--- PROVIDED DATA Enclosed Below ---

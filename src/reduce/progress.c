/* progress.c - bytes done over all reducer ranks and an early-stop flag, in
 * a passive-target window of two counters on rank 0. */
#include "reduce_internal.h"

#include <string.h> /* memset */

int mc__progress_open(mc__progress *p, MPI_Comm comm, uint64_t total,
                      double interval, double t0)
{
    int me = 0;
    MPI_Comm_rank(comm, &me);
    memset(p, 0, sizeof *p);
    p->comm = comm;
    p->total = total;
    p->interval = interval > 0 ? interval : 0.25;
    p->t0 = t0;
    const MPI_Aint size = me == 0 ? (MPI_Aint)(2 * sizeof(uint64_t)) : 0;
    if (MPI_Win_allocate(size, (int)sizeof(uint64_t), MPI_INFO_NULL, comm,
                         &p->base, &p->win) != MPI_SUCCESS)
        return MC_EMPI;
    if (me == 0) {
        MPI_Win_lock(MPI_LOCK_EXCLUSIVE, 0, 0, p->win);
        p->base[0] = 0;
        p->base[1] = 0;
        MPI_Win_unlock(0, p->win);
    }
    /* Nobody adds before the counters are zero. */
    MPI_Barrier(comm);
    p->last = MPI_Wtime();
    return 0;
}

void mc__progress_add(mc__progress *p, uint64_t bytes, int error, int force)
{
    p->pending += bytes;
    const double now = MPI_Wtime();
    if (!force && !error && now - p->last < p->interval)
        return;
    uint64_t delta[2] = {p->pending, error ? 1u : 0u};
    uint64_t before[2] = {0, 0};
    /* One atomic fetch-and-add of both counters: it publishes our bytes and
     * tells us whether another rank has failed. */
    MPI_Win_lock(MPI_LOCK_SHARED, 0, 0, p->win);
    MPI_Get_accumulate(delta, 2, MPI_UINT64_T, before, 2, MPI_UINT64_T, 0, 0, 2,
                       MPI_UINT64_T, MPI_SUM, p->win);
    MPI_Win_unlock(0, p->win);
    p->pending = 0;
    p->last = now;
    p->seen_done = before[0] + delta[0];
    if (before[1] > 0)
        p->stop = 1;
    int me = 0;
    MPI_Comm_rank(p->comm, &me);
    if (me == 0 && p->cb)
        p->cb(p->ud, p->seen_done, p->total, now - p->t0, 0);
}

void mc__progress_close(mc__progress *p)
{
    mc__progress_add(p, 0, 0, 1);
    MPI_Win_free(&p->win);
}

--- End of Enclosed PROVIDED DATA ---

**WHAT THE TASK REQUIRES**
Lines from the start of the records through the one containing "p->last = MPI_Wtime();" are what should be retyped, exactly and in full, both ends included.

**EXERCISE OUTPUT**
filename src/reduce/progress.c
/* progress.c - bytes done over all reducer ranks and an early-stop flag, in
 * a passive-target window of two counters on rank 0. */
#include "reduce_internal.h"

#include <string.h> /* memset */

int mc__progress_open(mc__progress *p, MPI_Comm comm, uint64_t total,
                      double interval, double t0)
{
    int me = 0;
    MPI_Comm_rank(comm, &me);
    memset(p, 0, sizeof *p);
    p->comm = comm;
    p->total = total;
    p->interval = interval > 0 ? interval : 0.25;
    p->t0 = t0;
    const MPI_Aint size = me == 0 ? (MPI_Aint)(2 * sizeof(uint64_t)) : 0;
    if (MPI_Win_allocate(size, (int)sizeof(uint64_t), MPI_INFO_NULL, comm,
                         &p->base, &p->win) != MPI_SUCCESS)
        return MC_EMPI;
    if (me == 0) {
        MPI_Win_lock(MPI_LOCK_EXCLUSIVE, 0, 0, p->win);
        p->base[0] = 0;
        p->base[1] = 0;
        MPI_Win_unlock(0, p->win);
    }
    /* Nobody adds before the counters are zero. */
    MPI_Barrier(comm);
    p->last = MPI_Wtime();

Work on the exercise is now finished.